2.  Are you willing to look at me while I demonstrate removal and insertion, listen to what I tell you, and follow my instructions?  I’ve done this before and you haven’t. I know what works and right now, you don’t.  Once you’ve mastered my method, you are free to develop your own on your own time.

3. Are you able to place your fingertips over your upper eyelashes (not your eyebrow, your eye LASHES) and hold your eye open so that you are unable to blink?  If this simple procedure causes you discomfort (which you feel you need to describe to me as extreme pain) come back and see me when you’re sixteen.  Or never.  Never would be good.

English: Putting on contact lenses

English: Putting on contact lenses (Photo credit: Wikipedia)

4.  Can you touch your eyeball?  If you cannot take the flat fleshy soft part of your finger tip and touch your eye with enough pressure to slide a contact lens, guess what.  That sucker is going to stay in there forever.  (No, I’m kidding, I’ll take it out for you, but you’re not leaving until you can do it yourself.  Or until you have a whining melt down about it, whichever comes first.)

5.  Are you absolutely sure you want to do this?  What is your motivation for wanting to wear contact lenses?  If it’s because your mother thinks you look dorky in glasses and you’re doing it for her, that’s not good enough.  A certain amount of maturity, responsibility, enthusiasm and determination is required on your part.  If you have it, you will succeed.  If you don’t, it’s no big deal.  We can try again when you’re ready.

I did feel sorry for the kid, because he was a little embarrassed, said thank you to me for trying to help him and apologized for wasting my time.  I told him it was not time wasted at all.  Now he knows what to expect and can go home and think about it and call us for another training appointment if he wants to give it another go.

Maybe another few months of school and encouragement from his contact lens wearing peers will make a difference.  Maybe I’ve scarred him for life and he’ll never touch his own eyelashes again.  Maybe I’m too old and tired and indifferent to care enough about any of it and thirteen year old boys should book their appointments with someone else.

I’ve done trainings that were a breeze.  Insertion, removal, re-insertion, pep talk, go home, no problems.  I suppose there has to be the odd dismal failure to make me appreciate the big wins.  And it no doubt was not the last little flop in my illustrious career, but at least I can see an end to them in sight.  A couple more labor day weekends in my life, and I’ll be on the home stretch to endless days off forever.
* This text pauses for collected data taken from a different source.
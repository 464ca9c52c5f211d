/**
 * The workbook's pinned data (settings key cellwright.pinnedData) in the functions runtime, with Office
 * and Excel mocked: read with the table at start-up, used by every function that reads reference data,
 * refused whole when damaged (#N/A with the reason, nothing written over), followed when changed
 * elsewhere or handed over by the pane; and a plating result that stays put in a pinned workbook when
 * the add-in's built-in atomic weights change, while an unpinned workbook follows them.
 */
import { afterEach, beforeEach, describe, expect, it, vi } from 'vitest';
import atomicWeights from '../../data/atomic-weights.json';
import { AVOGADRO_PER_MOL, ELEMENTARY_CHARGE_C } from '../../src/constants';
import { builtinPartChecksums, partChecksum } from '../../src/dataset/checksum';
import { BUILTIN_PARTS, DATASET_VERSION } from '../../src/dataset/parts';
import { writePinnedText } from '../../src/dataset/pinned';
import { COMPUTED_WITH_DATA_KEY, PINNED_DATA_KEY } from '../../workbook/pinnedData';
import { COMPUTED_WITH_KEY, TABLE_SETTING_KEY } from '../../workbook/store';
import { FakeCfError, WorkbookFile, customFunctionsGlobal, excelFor, officeFor } from './mockExcel';

const g = globalThis as Record<string, unknown>;
type Fn = (...a: unknown[]) => unknown;

const PINNED = writePinnedText({ version: DATASET_VERSION, pinnedAt: '2026-01-05T10:00:00.000Z' });
const BUILTIN_DATA = partChecksum({ ...builtinPartChecksums() });

/**
 * Plating time of 25 µm of nickel at 4 A/dm² (n = 2, ρ = 8.908 g/cm³, efficiency 1) with molar mass M,
 * in min: Faraday's law t = d·ρ·n·F/(M·j) (common practice), F = N_A·e (CODATA 2018, exact).
 */
const plateMinutes = (M: number): number => (25e-4 * 8.908 * 2 * AVOGADRO_PER_MOL * ELEMENTARY_CHARGE_C) / (M * 0.04) / 60;
/** Ni 58.693 g/mol: IUPAC CIAAW 2021 abridged standard atomic weight (data/atomic-weights.json). */
const NI = 58.693;
/** The built-in weight as an earlier add-in could have had it: 58.6934 g/mol, an earlier IUPAC value (from memory); it stands for any change. */
const NI_CHANGED = 58.6934;

async function startRuntime(): Promise<{ PLATETIME: Fn; STDPOTENTIAL: Fn; MOLARMASS: Fn }> {
  await import('../../functions/runtime');
  const faraday = await import('../../functions/families/faraday');
  const table = await import('../../functions/families/table');
  return { PLATETIME: faraday.PLATETIME as unknown as Fn, MOLARMASS: faraday.MOLARMASS as unknown as Fn, STDPOTENTIAL: table.STDPOTENTIAL as unknown as Fn };
}

async function first(r: unknown): Promise<unknown> {
  return ((await r) as unknown[][])[0][0];
}

const plate = (fns: { PLATETIME: Fn }) => first(fns.PLATETIME([[25]], [[4]], [['Ni']], [[2]], [[8.908]], null));

async function open(file: WorkbookFile) {
  g.Office = officeFor('Excel');
  g.Excel = excelFor(file);
  const fns = await startRuntime();
  await vi.waitFor(() => expect(file.settingsChangedHandlers.length).toBeGreaterThan(0));
  return fns;
}

beforeEach(() => {
  vi.resetModules();
  g.CustomFunctions = customFunctionsGlobal;
});
afterEach(() => {
  vi.doUnmock('../../data/atomic-weights.json');
  delete g.Office;
  delete g.Excel;
  delete globalThis.cellwrightFunctionsHost;
});

describe('pinned data in the functions runtime', () => {
  it('the built-in Ni weight is the one the test expects', () => {
    expect(atomicWeights.elements.find((e) => e.symbol === 'Ni')?.atomicWeight).toBe(NI);
  });

  it('a workbook without pinned data (saved before it existed) reads as before: the built-in data, only the record is added', async () => {
    const file = new WorkbookFile();
    const fns = await open(file);
    expect(await plate(fns)).toBeCloseTo(plateMinutes(NI), 9);
    const st = globalThis.cellwrightFunctionsHost!.status();
    expect(st.state).toBe('builtin');
    expect(st.dataset?.pinned).toEqual([]);
    expect(st.dataChecksum).toBe(BUILTIN_DATA);
    expect(file.settings.has(PINNED_DATA_KEY)).toBe(false);
    expect(file.settings.get(COMPUTED_WITH_DATA_KEY)).toBe(BUILTIN_DATA);
  });

  it('PLATETIME in a pinned workbook does not change when the built-in atomic weights change; in an unpinned one it does', async () => {
    const modified = JSON.parse(JSON.stringify(atomicWeights)) as typeof atomicWeights;
    modified.elements.find((e) => e.symbol === 'Ni')!.atomicWeight = NI_CHANGED;
    vi.doMock('../../data/atomic-weights.json', () => ({ default: modified }));

    const unpinned = new WorkbookFile({ [COMPUTED_WITH_DATA_KEY]: BUILTIN_DATA });
    const a = await open(unpinned);
    expect(await plate(a)).toBeCloseTo(plateMinutes(NI_CHANGED), 9);
    // The results were computed with the earlier built-in data: recalculated once, the new data recorded.
    expect(unpinned.calculations).toEqual(['Full']);
    expect(unpinned.settings.get(COMPUTED_WITH_DATA_KEY)).not.toBe(BUILTIN_DATA);

    vi.resetModules();
    delete globalThis.cellwrightFunctionsHost;
    const pinned = new WorkbookFile({ [PINNED_DATA_KEY]: PINNED });
    const b = await open(pinned);
    expect(await plate(b)).toBeCloseTo(plateMinutes(NI), 9);
    expect(await first(b.MOLARMASS([['NiSO4·6H2O']]))).toBeCloseTo(NI + 32.06 + 10 * 15.999 + 12 * 1.008, 9); // IUPAC 2021 abridged S, O, H
    expect(globalThis.cellwrightFunctionsHost!.status().dataset?.pinned).toContain('atomicweights');
    expect(pinned.settings.get(PINNED_DATA_KEY)).toBe(PINNED);
  });

  it('a damaged pinned part makes the workbook unreadable: #N/A with the reason for data and table look-ups, nothing written over', async () => {
    const damaged = PINNED.replace('"atomicWeight":58.693', '"atomicWeight":58.7');
    expect(damaged).not.toBe(PINNED);
    const file = new WorkbookFile({ [PINNED_DATA_KEY]: damaged });
    const fns = await open(file);
    const v = (await plate(fns)) as FakeCfError;
    expect(v).toBeInstanceOf(FakeCfError);
    expect(v.code).toBe('#N/A');
    expect(v.message).toMatch(/pinned data set could not be read: the checksum of the pinned part "Atomic weights" does not match its content/);
    const t = (await first(fns.STDPOTENTIAL([['Cu2+/Cu']], null))) as FakeCfError;
    expect(t.code).toBe('#N/A');
    expect(t.message).toMatch(/pinned data set could not be read/);
    expect(globalThis.cellwrightFunctionsHost!.status().state).toBe('unreadable');
    expect(file.settings.get(PINNED_DATA_KEY)).toBe(damaged);
    expect(file.settings.get(COMPUTED_WITH_DATA_KEY)).toBe('unreadable');
    expect(file.settings.get(COMPUTED_WITH_KEY)).toBe('unreadable');
  });

  it('data pinned by an earlier add-in version that predates a field: the pinned values hold, the new field comes from the built-in data', async () => {
    const el = JSON.parse(JSON.stringify(BUILTIN_PARTS.electrolysis)) as { conductivity: Record<string, unknown> };
    delete el.conductivity.H2SO4;
    const aw = JSON.parse(JSON.stringify(BUILTIN_PARTS.atomicweights)) as typeof atomicWeights;
    aw.elements.find((e) => e.symbol === 'Ni')!.atomicWeight = NI_CHANGED;
    const older = writePinnedText({ version: '2025.1', pinnedAt: '2025-06-01T00:00:00.000Z', parts: { ...BUILTIN_PARTS, atomicweights: aw, electrolysis: el as unknown as typeof BUILTIN_PARTS.electrolysis } });
    const file = new WorkbookFile({ [PINNED_DATA_KEY]: older });
    const fns = await open(file);
    expect(await plate(fns)).toBeCloseTo(plateMinutes(NI_CHANGED), 9);
    const electrolysis = await import('../../functions/families/electrolysis');
    const kappa = await first((electrolysis.CONDUCTIVITY as unknown as Fn)([['H2SO4']], [[2]], [[25]]));
    // Gu, Wang & Liaw (1997): κ = c·exp(6.23 − 1.34e-4·c − 1.61e-8·c²)·1e-4 S/m, c in mol/m³
    expect(kappa).toBeCloseTo(2000 * Math.exp(6.23 - 1.34e-4 * 2000 - 1.61e-8 * 2000 ** 2) * 1e-4, 9);
    expect(globalThis.cellwrightFunctionsHost!.status().state).not.toBe('unreadable');
    expect(file.settings.get(PINNED_DATA_KEY)).toBe(older);
  });

  it('pinned data handed over by the pane, or changed elsewhere, is used at once', async () => {
    const file = new WorkbookFile();
    const fns = await open(file);
    const host = globalThis.cellwrightFunctionsHost!;
    expect(host.usePinnedValue?.(PINNED).dataset?.pinned).toEqual(['atomicweights', 'species', 'debyehuckel', 'water', 'electrolysis', 'units', 'anodes', 'cpcriteria', 'galvanicseries']);
    expect(await plate(fns)).toBeCloseTo(plateMinutes(NI), 9);
    // A co-author pins data with another nickel weight (resealed, as an older add-in would have written it).
    const aw = JSON.parse(JSON.stringify(BUILTIN_PARTS.atomicweights)) as typeof atomicWeights;
    aw.elements.find((e) => e.symbol === 'Ni')!.atomicWeight = 58.6934;
    file.settings.set(PINNED_DATA_KEY, writePinnedText({ version: '2025.1', pinnedAt: '2025-06-01T00:00:00.000Z', parts: { ...BUILTIN_PARTS, atomicweights: aw } }));
    await file.settingsChangedHandlers[0]({ type: 'SettingsChanged' });
    expect(await plate(fns)).toBeCloseTo(plateMinutes(58.6934), 9);
    expect(file.calculations.at(-1)).toBe('Full');
    expect(host.status().dataset?.version).toBe('2025.1');
    // Unpinned again: the built-in data.
    expect(host.usePinnedValue?.(null).dataset?.pinned).toEqual([]);
    expect(await plate(fns)).toBeCloseTo(plateMinutes(NI), 9);
    expect(file.settings.has(TABLE_SETTING_KEY)).toBe(false);
  });
});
No-Fail Ways to Make Me Roll My Eyes

Speaking of eyes…..some day at work I fear my eyes are going to roll back into my head and disappear forever. I’m an optician and contact lens fitter and I look at eyes all day. I give advice and instructions and try to be a helpful problem solver. The job is not without its challenges and serious eye rolling moments.

There’s the guy who puts his new glasses on his face and immediately declares that he can’t see a damned thing. (Wow. Glasses that cause instant blindness.)
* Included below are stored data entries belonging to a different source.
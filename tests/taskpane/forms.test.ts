import { describe, expect, it } from 'vitest';
import { checkCoupleForm, checkElectrodeForm, readNumber } from '../../taskpane/forms';

const ok = { key: 'Cu2+/Cu', halfReaction: 'Cu2+ + 2e- -> Cu', e0: '0.3419', dEdT: '', source: 'CRC', note: '' };
const none = () => false;

describe('couple form, checked as you type', () => {
  it('accepts a good row, derives n, and gives the record', () => {
    const c = checkCoupleForm(ok, none);
    expect(c.errors).toEqual({});
    expect(c.info.halfReaction).toBe('Balanced · n = 2 electrons');
    expect(c.record).toEqual({ key: 'Cu2+/Cu', halfReaction: 'Cu2+ + 2e- -> Cu', e0: 0.3419, source: 'CRC' });
  });

  it('says what is wrong, field by field', () => {
    const c = checkCoupleForm({ key: '', halfReaction: 'Cu2+ + e- -> Cu', e0: 'abc', dEdT: '9', source: ' ', note: '' }, none);
    expect(c.record).toBeUndefined();
    expect(c.errors.halfReaction).toMatch(/charge|balance/i);
    expect(c.errors.e0).toMatch(/must be a number/);
    expect(c.errors.dEdT).toMatch(/between -5 and 5 mV\/K/);
    expect(c.errors.source).toMatch(/source is required/);
    expect(c.errors.key).toMatch(/key is required/);
  });

  it('checks the key against the half-reaction, suggests one, and refuses a key in use', () => {
    expect(checkCoupleForm({ ...ok, key: 'Ag+/Ag' }, none).errors.key).toMatch(/not on the left/);
    expect(checkCoupleForm({ ...ok, key: '' }, none).info.key).toBe('Suggested from the half-reaction: Cu2+/Cu');
    expect(checkCoupleForm({ ...ok, halfReaction: 'MnO4- + 8H+ + 5e- -> Mn2+ + 4H2O', key: '' }, none).info.key).toMatch(/MnO4-\/Mn2\+/);
    expect(checkCoupleForm(ok, (k) => k === 'Cu2+/Cu').errors.key).toMatch(/already uses/);
  });

  it('reads numbers people type: a leading minus sign, a plus, exponents; not a decimal comma; E° within ±4 V', () => {
    expect(readNumber('−0.76', 'E°', { min: -4, max: 4 }, 'V', true)).toBe(-0.76);
    expect(readNumber('+1.5e-1', 'E°', { min: -4, max: 4 }, 'V', true)).toBe(0.15);
    expect(readNumber('0,25', 'E°', { min: -4, max: 4 }, 'V', true)).toEqual({ error: 'write E° with a decimal point (0.25)' });
    expect(readNumber('5', 'E°', { min: -4, max: 4 }, 'V', true)).toEqual({ error: 'E° must lie between -4 and 4 V' });
    expect(readNumber('', 'dE/dT', { min: -5, max: 5 }, 'mV/K', false)).toBeUndefined();
  });
});

describe('electrode form', () => {
  const e = { key: 'Lab SCE', aliases: 'our calomel\n\n  bench SCE ', potential: '0.244', dEdT: '-0.67', source: 'lab', note: '' };
  it('accepts a good row with other names one per line', () => {
    expect(checkElectrodeForm(e, none).record).toEqual({ key: 'Lab SCE', aliases: ['our calomel', 'bench SCE'], potential: 0.244, dEdT_mV_K: -0.67, source: 'lab' });
  });
  it('refuses a name in use, a "|" in a name, repeated names and a missing source', () => {
    expect(checkElectrodeForm(e, (n) => n === 'bench SCE').errors.aliases).toMatch(/already uses/);
    expect(checkElectrodeForm({ ...e, aliases: 'a|b' }, none).errors.aliases).toMatch(/cannot hold/);
    expect(checkElectrodeForm({ ...e, aliases: 'lab sce' }, none).errors.aliases).toMatch(/once/);
    expect(checkElectrodeForm({ ...e, source: '' }, none).errors.source).toMatch(/required/);
  });
});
There’s the contact lens patient who wears her 2 week disposable contact lenses for 6 months and then complains that they’re dry and scratchy and making her eyes all red and irritated. Doh.
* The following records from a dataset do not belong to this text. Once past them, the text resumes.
/**
 * The pane's modules load without starting the pane (main.ts starts it), so views and helpers can be
 * tested on their own. Here there is no DOM at all: any module that touched the page when imported
 * would throw.
 */
import { describe, expect, it } from 'vitest';

describe('task pane modules', () => {
  it('load without a page and without starting', async () => {
    expect(typeof document).toBe('undefined');
    const pane = await import('../../taskpane/taskpane');
    expect(typeof pane.start).toBe('function');
    const state = await import('../../taskpane/state');
    expect(state.ui.ready).toBe(false);
  });

  it('write counts, signs and field names the way the pane shows them', async () => {
    const { fieldLabel, plural, signed } = await import('../../taskpane/format');
    expect(plural(1, 'row')).toBe('1 row');
    expect(plural(2000, 'row')).toBe('2,000 rows');
    expect(signed(-0.76)).toBe('\u22120.76');
    expect(signed(0.34)).toBe('+0.34');
    expect(fieldLabel('e0')).toBe('E°');
    expect(fieldLabel('source')).toBe('source');
  });
});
There’s the mother who insists her child get a pair of glasses that are much too big for him, because he will “grow into them”.

There are the customers (mostly women, but not always) who try on 300 pairs of glasses and insist that you and everyone else in the store state an opinion on each one. But they don’t actually listen to anything you say.

(I don’t like the green one on you. The color is all wrong. No, that green does nothing for you. I really hate what green does to your skin tone. Stop picking up that damned green frame please. IF YOU PUT THAT STUPID GREEN FRAME ON YOUR FACE ONE MORE TIME AND ASK ME WHAT I THINK I WILL HAVE TO KILL YOU.) Okay, well maybe that one went a little beyond the eye rolling stage.

Then there’s the people who are not happy with their own natural beautiful eye color and would like to be perceived as having two shiny blue glass marbles stuck in their heads where their eyeballs should be. (Ask me how great my colored contact lens sales are – the answer will make your eyes roll.)